Baggage. Pass context across services without it appearing in spans:

from opentelemetry import baggage

baggage.set_baggage("user.id", "12345")
# This value propagates to downstream services

Kubernetes Auto-instrumentation

For Kubernetes, the OTel Operator can auto-instrument pods without code changes:

apiVersion: opentelemetry.io/v1alpha1
kind: Instrumentation
metadata:
  name: my-instrumentation
spec:
  exporter:
    endpoint: http://otel-collector:4317
  propagators:
    - tracecontext
    - baggage
  python:
    image: ghcr.io/open-telemetry/opentelemetry-operator/autoinstrumentation-python:latest

Then annotate your deployments:

apiVersion: apps/v1
kind: Deployment
metadata:
  name: my-app
spec:
  template:
    metadata:
      annotations:
        instrumentation.opentelemetry.io/inject-python: "true"

The operator injects the instrumentation automatically. No code changes required.

Making Sense of the Data

Collecting telemetry is pointless without using it effectively.

Start with traces for debugging. When something breaks, find the trace. The spans show exactly where time was spent and where errors occurred.
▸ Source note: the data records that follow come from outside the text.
// `loopwright drift [--structure NAME] [--plot FIG.svg|png|pdf] [--json]`
//
// Each fitted parameter of the rig across the fits in its logbook (app/workspace.h), with its
// 95 % interval, and every change from one fit to the next tested against the two fits'
// uncertainties (identify/parameter_change.h: two-sample z test at the 5 % level): a change
// with |z| > 1.96 is flagged "changed" (as fit --compare says it). Only fits that succeeded
// (outcome "ok") of one structure are compared, by default the structure of the latest fit;
// parameters of another structure mean other things. Exit status 0 whether or not something
// drifted; 1 when the logbook holds no such fit.
#include <cmath>
#include <filesystem>
#include <map>
#include <memory>
#include <string>
#include <vector>

#include <nlohmann/json.hpp>

#include "app/command.h"
#include "app/output.h"
#include "app/workspace.h"
#include "identify/parameter_change.h"
#include "io/drift_figure.h"
#include "io/figure.h"
#include "io/logbook.h"
#include "lti/error.h"

namespace lw::app {
namespace {

namespace fs = std::filesystem;
using nlohmann::json;

// One parameter across the fits: its estimate in each (NaN where a fit lacks it) and the change
// from the fit before.
struct Track {
  std::string name, unit;
  std::vector<EstimateSummary> estimates;
  std::vector<std::optional<ParameterChange>> changes;  // [0] always empty
};

std::string RecordingNames(const LoggedResult& r) {
  std::string names;
  for (const auto& rec : r.recordings) {
    names += (names.empty() ? "" : ", ") + fs::path(rec.path).filename().string();
  }
  return names.empty() ? "-" : names;
}

class DriftCommand : public Command {
 public:
  void Configure(CLI::App& sub) override {
    sub.add_option("--structure", structure_,
                   "Compare fits of this structure (default: that of the latest fit)");
    sub.add_option("--plot", plot_, "Draw each parameter across the fits (.svg, .png or .pdf)")
        ->type_name("FIG");
    sub.add_flag("--json", json_, "Print one JSON document instead of text");
  }

  int Run(Context& ctx) override {
    if (!plot_.empty()) FigureFormatOf(plot_);  // a bad extension is a usage error up front
    std::string workspace;
    Logbook book = OpenWorkspaceLogbook(ctx, &workspace);
    const std::string rig = RequireRigProfile(ctx).name;
    std::vector<LoggedResult> all = book.Results("fit");
    std::vector<LoggedResult> fits;
    std::string structure = structure_;
    for (auto it = all.rbegin(); it != all.rend() && structure.empty(); ++it) {
      if (it->outcome == "ok" && !it->parameters.empty()) structure = it->parameters[0].structure;
    }
    int other = 0;
    for (auto& r : all) {
      if (r.outcome != "ok" || r.parameters.empty()) continue;
      if (r.parameters[0].structure == structure) {
        fits.push_back(std::move(r));
      } else {
        ++other;
      }
    }
    if (fits.empty()) {
      throw JobFailed(structure_.empty()
                          ? "the logbook " + book.path() + " holds no successful fit yet"
                          : "the logbook " + book.path() +
                                " holds no successful fit of structure '" + structure_ + "'");
    }
    std::vector<Track> tracks = Tracks(fits);
    int flagged = 0;
    for (const auto& t : tracks) {
      for (const auto& c : t.changes) flagged += c && c->significant.value_or(false);
    }
    if (!plot_.empty()) Plot(fits, tracks, rig + ", " + structure);
    if (json_) {
      json doc = Json(workspace, structure, fits, tracks, flagged, other);
      doc["rig"] = rig;
      PrintJson(ctx, doc);
    } else {
      ctx.out << "rig " << Bold(ctx, rig) << ": ";
      PrintHuman(ctx, structure, fits, tracks, flagged, other);
    }
    return 0;
  }

 private:
  static std::vector<Track> Tracks(const std::vector<LoggedResult>& fits) {
    std::vector<Track> tracks;
    for (const auto& p : fits.back().parameters) tracks.push_back({p.name, p.unit, {}, {}});
    for (const auto& f : fits) {
      for (auto& t : tracks) {
        EstimateSummary e;
        e.name = t.name;
        e.unit = t.unit;
        e.value = std::nan("");
        for (const auto& p : f.parameters) {
          if (p.name != t.name) continue;
          e.value = p.value;
          e.ci_low = p.ci_low;
          e.ci_high = p.ci_high;
          e.se = StandardErrorFromInterval(p.ci_low, p.ci_high);
        }
        if (t.estimates.empty() || !std::isfinite(e.value) ||
            !std::isfinite(t.estimates.back().value)) {
          t.changes.emplace_back();
        } else {
          t.changes.push_back(CompareEstimate(t.estimates.back(), e));
        }
        t.estimates.push_back(e);
      }
    }
    return tracks;
  }

  static json Json(const std::string& workspace, const std::string& structure,
                   const std::vector<LoggedResult>& fits, const std::vector<Track>& tracks,
                   int flagged, int other) {
    json doc = {{"workspace", workspace},
                {"structure", structure},
                {"significance_z", kSignificanceZ},
                {"significant_changes", flagged},
                {"fits_of_other_structures", other},
                {"fits", json::array()},
                {"parameters", json::array()}};
    for (const auto& f : fits) {
      json recs = json::array();
      for (const auto& rec : f.recordings)
        recs.push_back({{"path", rec.path}, {"sha256", rec.sha256}});
      doc["fits"].push_back({{"id", f.id}, {"time", f.time}, {"recordings", recs}});
    }
    for (const auto& t : tracks) {
      json points = json::array();
      for (size_t i = 0; i < t.estimates.size(); ++i) {
        const EstimateSummary& e = t.estimates[i];
        json point = {{"fit_id", fits[i].id},
                      {"value", JsonNumber(e.value)},
                      {"ci95", {JsonNumber(e.ci_low), JsonNumber(e.ci_high)}},
                      {"se", JsonNumber(e.se)}};
        if (const auto& c = t.changes[i]) {
          point["change"] = JsonNumber(c->change);
          point["change_percent"] = JsonNumber(c->change_percent);
          point["z"] = JsonNumber(c->z);
          point["significant"] = c->significant ? json(*c->significant) : json(nullptr);
        }
        points.push_back(std::move(point));
      }
      doc["parameters"].push_back({{"name", t.name}, {"unit", t.unit}, {"fits", points}});
    }
    return doc;
  }

  static void PrintHuman(Context& ctx, const std::string& structure,
                         const std::vector<LoggedResult>& fits, const std::vector<Track>& tracks,
                         int flagged, int other) {
    ctx.out << Bold(ctx, structure) << " parameters across " << fits.size() << " fit"
            << (fits.size() == 1 ? "" : "s");
    if (other > 0)
      ctx.out << " (" << other << " fit" << (other == 1 ? "" : "s")
              << " of other structures left out)";
    ctx.out << "\n";
    TextTable which({"fit", "time (UTC)", "recording"});
    for (size_t i = 0; i < fits.size(); ++i) {
      which.AddRow({std::to_string(i + 1), fits[i].time, RecordingNames(fits[i])});
    }
    which.Print(ctx.out);
    for (const auto& t : tracks) {
      ctx.out << Bold(ctx, t.name) << (t.unit.empty() ? "" : " (" + t.unit + ")") << "\n";
      TextTable table({"fit", "value", "95 % interval", "change", "z", "verdict"});
      std::vector<std::string> notes;
      for (size_t i = 0; i < t.estimates.size(); ++i) {
        const EstimateSummary& e = t.estimates[i];
        const ParameterText text = FormatParameter(t.name, e.value, e.ci_low, e.ci_high);
        if (!text.note.empty()) notes.push_back("fit " + std::to_string(i + 1) + ": " + text.note);
        std::vector<std::string> row = {std::to_string(i + 1), text.value, text.interval};
        if (const auto& c = t.changes[i]) {
          std::string change = (c->change >= 0 ? "+" : "") + FormatNumber(c->change);
          if (std::isfinite(c->change_percent)) {
            change += " (" + std::string(c->change_percent >= 0 ? "+" : "") +
                      FormatNumber(c->change_percent, 3) + " %)";
          }
          std::string verdict = !c->significant   ? "unknown (no interval)"
                                : *c->significant ? Bad(ctx, "changed")
                                                  : "within uncertainty";
          row.insert(row.end(), {change, FormatNumber(c->z, 3), verdict});
        }
        table.AddRow(row);
      }
      table.Print(ctx.out);
      PrintCutNotes(ctx.out, notes);
    }
    ctx.out << (flagged == 0 ? Good(ctx, "no significant change")
                             : Caution(ctx, std::to_string(flagged) + " significant change" +
                                                (flagged == 1 ? "" : "s")))
            << " (|z| > " << FormatNumber(kSignificanceZ, 3)
            << ", two-sample z test at the 5 % level between consecutive fits)\n";
  }

  void Plot(const std::vector<LoggedResult>& fits, const std::vector<Track>& tracks,
            const std::string& what) const {
    DriftFigureData d;
    d.title = what;
    d.fits = static_cast<int>(fits.size());
    for (size_t k = 0; k < tracks.size() && k < 6; ++k) {
      const Track& t = tracks[k];
      DriftSeries s;
      s.name = t.name;
      s.unit = t.unit;
      for (size_t i = 0; i < t.estimates.size(); ++i) {
        s.value.push_back(t.estimates[i].value);
        s.ci_low.push_back(t.estimates[i].ci_low);
        s.ci_high.push_back(t.estimates[i].ci_high);
        s.significant.push_back(t.changes[i] && t.changes[i]->significant.value_or(false));
      }
      d.series.push_back(std::move(s));
    }
    // Which recording each fit came from, as many as fit on 4 caption lines.
    std::string line;
    for (size_t i = 0; i < fits.size(); ++i) {
      std::string piece =
          std::to_string(i + 1) + ": " + RecordingNames(fits[i]) + " (" + fits[i].time + ")";
      if (!line.empty() && line.size() + piece.size() > 110) {
        if (d.caption.size() == 3) {
          line += "; ...";
          break;
        }
        d.caption.push_back(line);
        line.clear();
      }
      line += (line.empty() ? "" : ";  ") + piece;
    }
    if (!line.empty()) d.caption.push_back(line);
    WriteDriftFigure(plot_, d);
  }

  std::string structure_;
  std::string plot_;
  bool json_ = false;
};

}  // namespace

std::unique_ptr<Command> MakeDriftCommand() { return std::make_unique<DriftCommand>(); }

}  // namespace lw::app
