// The one table of loopwright's commands. To add a command: write NAME.cc with a class derived
// from Command and a factory `std::unique_ptr<Command> MakeNameCommand()`, declare the factory
// below and add one row.
#include "app/command.h"

namespace lw::app {

std::unique_ptr<Command> MakeSimulateCommand();
std::unique_ptr<Command> MakeFitCommand();
std::unique_ptr<Command> MakeBandCommand();
std::unique_ptr<Command> MakePredictCommand();
std::unique_ptr<Command> MakeCheckCommand();
std::unique_ptr<Command> MakeReportCommand();
std::unique_ptr<Command> MakeEmulateCommand();
std::unique_ptr<Command> MakeRecordCommand();
std::unique_ptr<Command> MakeStepTestCommand();
std::unique_ptr<Command> MakeApplyCommand();
std::unique_ptr<Command> MakeVerifyCommand();
std::unique_ptr<Command> MakeTuneCommand();
std::unique_ptr<Command> MakeInitCommand();
std::unique_ptr<Command> MakeLogCommand();
std::unique_ptr<Command> MakeDriftCommand();

const std::vector<CommandEntry>& CommandTable() {
  static const std::vector<CommandEntry> table = {
      {"simulate", "Simulate a model's response to an input (open or closed loop) into a CSV",
       MakeSimulateCommand},
      {"fit", "Identify a low-order plant model with dead time from a step-test recording",
       MakeFitCommand},
      {"band", "Find every controller gain that meets response specs (locus, response, robust)",
       MakeBandCommand},
      {"predict", "Predict the closed loop at one gain: poles, margins, step response, effort",
       MakePredictCommand},
      {"check", "Check a model against a fresh closed-loop recording: confirmed, stale, saturated",
       MakeCheckCommand},
      {"report", "Assemble one self-contained HTML page from saved results and figures",
       MakeReportCommand},
      {"emulate", "Run a simulated rig speaking the rig protocol on a pseudo-terminal or TCP port",
       MakeEmulateCommand},
      {"record", "Record a rig's samples passively into a CSV (every valid sample, as it arrives)",
       MakeRecordCommand},
      {"step-test", "Run an open-loop step test on a rig and record it (hold, step, settle, return)",
       MakeStepTestCommand},
      {"apply", "Close a rig's loop at one gain and hold it, with the safety limits enforced",
       MakeApplyCommand},
      {"verify", "Run a closed-loop reference step on a rig, then check the model against it",
       MakeVerifyCommand},
      {"tune", "The whole job on a rig: step test, fit, band, proposed gain, verify, report",
       MakeTuneCommand},
      {"init", "Create a rig workspace: a rig profile (TOML) and an empty logbook (SQLite)",
       MakeInitCommand},
      {"log", "List the workspace's logbook: every result with its time, outcome, recordings",
       MakeLogCommand},
      {"drift", "Follow each fitted parameter across the logged fits; flag significant changes",
       MakeDriftCommand},
  };
  return table;
}

}  // namespace lw::app
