// `fit NEW.csv --compare OLD.json [--band OLD_BAND.json] [--gain K]`: what a fresh fit says
// about an older model, and about the gain band designed on it.
//
// Parameters (identify/parameter_change.h): each parameter in both models, matched by name, with
// old and new value and 95 % interval, the change, z = d / sqrt(se_old^2 + se_new^2) and
// "significant" when |z| > 1.96. The old standard errors come from the old model file's
// covariance when it has one, else from its stored 95 % intervals; the new ones from the fit.
//
// Band (with --band): the band file written by `loopwright band -o` ("loopwright-band") holds
// the specs, the controller, the Padé order and the bands of the old model. The bands are found
// again on the NEW model with the same specs, controller and Padé order (design/: locus band,
// response band, robust band over 500 parameter draws of the new fit's covariance, seed 1, when
// it has one) and the recommendation rule of design/recommendation.h gives the new recommended
// gain. The gain in use is --gain K when given, else the old file's recommended gain; it is
// "still inside" when it lies in the new set the recommendation rule draws from (the first
// non-empty of robust AND response, robust, locus AND response, response, locus).
#ifndef LOOPWRIGHT_APP_FIT_COMPARE_H_
#define LOOPWRIGHT_APP_FIT_COMPARE_H_

#include <optional>
#include <string>
#include <vector>

#include <nlohmann/json.hpp>

#include "app/command.h"
#include "design/gain_intervals.h"
#include "design/recommendation.h"
#include "design/specs.h"
#include "identify/fit.h"
#include "identify/parameter_change.h"
#include "io/model_file.h"
#include "lti/controller.h"

namespace lw::app {

// A saved band result, read back.
struct BandFile {
  std::string path;
  Specs specs;
  Controller controller;
  int pade_order = 3;
  double recommended_gain = 0.0;
  GainSet locus, response;
  std::optional<GainSet> robust;
  // The digital controller's sample period (s) when the band was found with --sample-time: the
  // recheck then recommends within the sampled band too, as band did.
  std::optional<double> sample_time;
};

// Reads and checks a band file. DataError naming the file and the field (or "not valid JSON",
// "not a loopwright band file") otherwise.
BandFile ReadBandFile(const std::string& path);

struct BandRecheck {
  BandFile old;
  GainSet locus, response;
  std::optional<GainSet> robust;
  std::string robust_note;  // why there is no robust band, or empty
  Recommendation recommendation;
  double gain_in_use = 0.0;
  std::string gain_source;  // "--gain" or "the old band's recommended gain"
  bool inside_locus = false, inside_response = false;
  std::optional<bool> inside_robust;
  bool still_inside = false;  // inside recommendation.set (the set the rule draws from)
  std::string infeasible;     // when no gain meets the specs on the new model: why
                              // (design/infeasibility.h); empty otherwise
};

// Bands of the new model as described above.
BandRecheck RecheckBand(const BandFile& band, const FitResult& fresh,
                        std::optional<double> gain_in_use);

struct ModelComparison {
  std::string old_path, old_structure, new_structure;
  std::vector<ParameterChange> changes;
  std::vector<std::string> only_old, only_new;
  std::optional<BandRecheck> band;
};

// The old model's estimates with their standard errors (covariance or intervals).
std::vector<EstimateSummary> OldEstimates(const ModelDocument& old);
// The new fit's estimates.
std::vector<EstimateSummary> NewEstimates(const FitResult& fresh);

ModelComparison CompareWithOld(const std::string& old_path, const ModelDocument& old,
                               const FitResult& fresh);

// The `compare` object of fit --json.
nlohmann::json ComparisonJson(const ModelComparison& c);
// The human section (summary tables, colour through ctx).
void PrintComparison(const Context& ctx, const ModelComparison& c);

}  // namespace lw::app

#endif  // LOOPWRIGHT_APP_FIT_COMPARE_H_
Use metrics for alerting. Don’t alert on traces. Traces are samples. Metrics are aggregates. Alert when error_rate exceeds your SLO.

Correlate through trace IDs. Error log → find trace ID → view trace → understand context. This workflow should take seconds.

Build service maps. Most tracing backends can generate service dependency maps from trace data. Use these to understand your architecture.

Getting Started

Week 1: Instrument one service with traces. Send to Jaeger. Get comfortable with the trace view.

Week 2: Add the collector. Configure sampling. Add a second service.

Week 3: Add metrics. Create a basic Grafana dashboard.

Week 4: Add logs with trace correlation. Practice the debug workflow.

OpenTelemetry has a learning curve, but the payoff is significant. Unified observability beats cobbled-together tools every time.